Kristen R. Ghodsee. Warum Frauen im Sozialismus besseren Sex haben. Und andere Argumente für ökonomische Unabhängigkeit
Doris Hermanns

In ihrem neuen Buch stellt die Expertin für Russland und Osteuropa die Frage, wie es um die Qualität menschlicher Beziehungen gestellt ist, wenn emotionaler Gewinn und finanzieller Wert weitgehend voneinander losgekoppelt sind. Dabei wirft sie einen Blick auf einhundert Jahre Geschichte, ohne jedoch zu den Gräueln des Staatssozialismus zurückkehren zu wollen.
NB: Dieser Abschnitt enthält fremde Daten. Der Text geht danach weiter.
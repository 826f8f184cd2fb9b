import { z } from 'zod';
import { shortestBandLengthMm } from './band-length.js';
import { STEEL_ELASTIC_MODULUS_PA } from './band-stress.js';

/** Calculator inputs for the band: lengths in mm, speeds in m/min, forces in N, stresses in Pa (SI inside). */

const positive = (label: string, unit: string, max: number) =>
  z
    .number({ message: `${label} must be a number (${unit})` })
    .positive({ message: `${label} must be greater than 0` })
    .max(max, { message: `${label} must be at most ${max} ${unit}` });

const wheelFields = {
  driveWheelDiameterMm: positive('Drive wheel diameter', 'mm', 3000),
  idlerWheelDiameterMm: positive('Idler wheel diameter', 'mm', 3000),
};

const touching = (v: { driveWheelDiameterMm: number; idlerWheelDiameterMm: number }) =>
  (v.driveWheelDiameterMm + v.idlerWheelDiameterMm) / 2;

/** Band length from two wheels and their centre distance. */
export const bandLengthInputSchema = z
  .object({ ...wheelFields, centreDistanceMm: positive('Centre distance', 'mm', 10000) })
  .refine((v) => v.centreDistanceMm > touching(v), {
    path: ['centreDistanceMm'],
    message: 'Centre distance must be more than half the sum of the wheel diameters, or the wheels overlap',
  });
export type BandLengthForm = z.infer<typeof bandLengthInputSchema>;

/** Centre distance for a band length on two wheels. */
export const centreDistanceInputSchema = z
  .object({ ...wheelFields, bandLengthMm: positive('Band length', 'mm', 30000) })
  .superRefine((v, ctx) => {
    // zod runs object refinements even when a field failed; the wheel messages already say what to fix.
    if (!(v.driveWheelDiameterMm > 0 && v.idlerWheelDiameterMm > 0)) return;
    const shortestMm = shortestBandLengthMm(v);
    if (v.bandLengthMm <= shortestMm) {
      ctx.addIssue({
        code: 'custom',
        path: ['bandLengthMm'],
        message: `Band length must be more than ${Math.ceil(shortestMm)} mm to go round these wheels without them overlapping`,
      });
    }
  });
export type CentreDistanceForm = z.infer<typeof centreDistanceInputSchema>;

/** Bending and tension stress of a band, with the threshold above which it is flagged. */
export const bandStressInputSchema = z
  .object({
    bandThicknessMm: positive('Band thickness', 'mm', 5),
    bandWidthMm: positive('Band width', 'mm', 200),
    wheelDiameterMm: positive('Wheel diameter', 'mm', 3000),
    tensionForceN: positive('Tension force', 'N', 500000),
    elasticModulusPa: positive('Elastic modulus', 'Pa', 1e12).default(STEEL_ELASTIC_MODULUS_PA),
    poissonRatio: z
      .number({ message: "Poisson's ratio must be a number" })
      .min(0, { message: "Poisson's ratio must be 0 or more" })
      .lt(0.5, { message: "Poisson's ratio must be below 0.5 (steel is about 0.29)" })
      .optional(),
    fatigueThresholdPa: positive('Fatigue threshold', 'Pa', 1e10),
  })
  .superRefine((v, ctx) => {
    if (v.bandThicknessMm >= v.bandWidthMm) {
      ctx.addIssue({
        code: 'custom',
        path: ['bandThicknessMm'],
        message: 'Band thickness must be smaller than the band width',
      });
    }
    if (v.bandThicknessMm >= v.wheelDiameterMm) {
      ctx.addIssue({
        code: 'custom',
        path: ['bandThicknessMm'],
        message: 'Band thickness must be far smaller than the wheel diameter',
      });
    }
  });
export type BandStressForm = z.input<typeof bandStressInputSchema>;

/** Passes and bending cycles per hour. */
export const flexCyclesInputSchema = z.object({
  bandSpeedMPerMin: positive('Band speed', 'm/min', 5000),
  bandLengthMm: positive('Band length', 'mm', 30000),
  wheelCount: z
    .number({ message: 'Wheels must be a number' })
    .int({ message: 'Wheels must be a whole number' })
    .min(2, { message: 'A band saw has at least 2 wheels' })
    .max(4, { message: 'Wheels must be at most 4' })
    .default(2),
});
export type FlexCyclesForm = z.input<typeof flexCyclesInputSchema>;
Zum 100. Geburtstag der Russischen Revolution von 1917 wurde Kristen R. Ghodsee von der New York Times beauftragt, eine Kolumne in ihrer Serie zu diesem Jahrestag zu diesem Thema zu schreiben, die auf einem Kapitel in ihrem Buch Red Hangover. Legacies of Twentieth-Century Communism beruhte. Da dieser Artikel unter dem Titel, der jetzt auch für das Buch verwendet wurde, weltweite Diskussionen auslöste, hat sie ihre Sichtweise jetzt in diesem Buch ausführlicher begründet.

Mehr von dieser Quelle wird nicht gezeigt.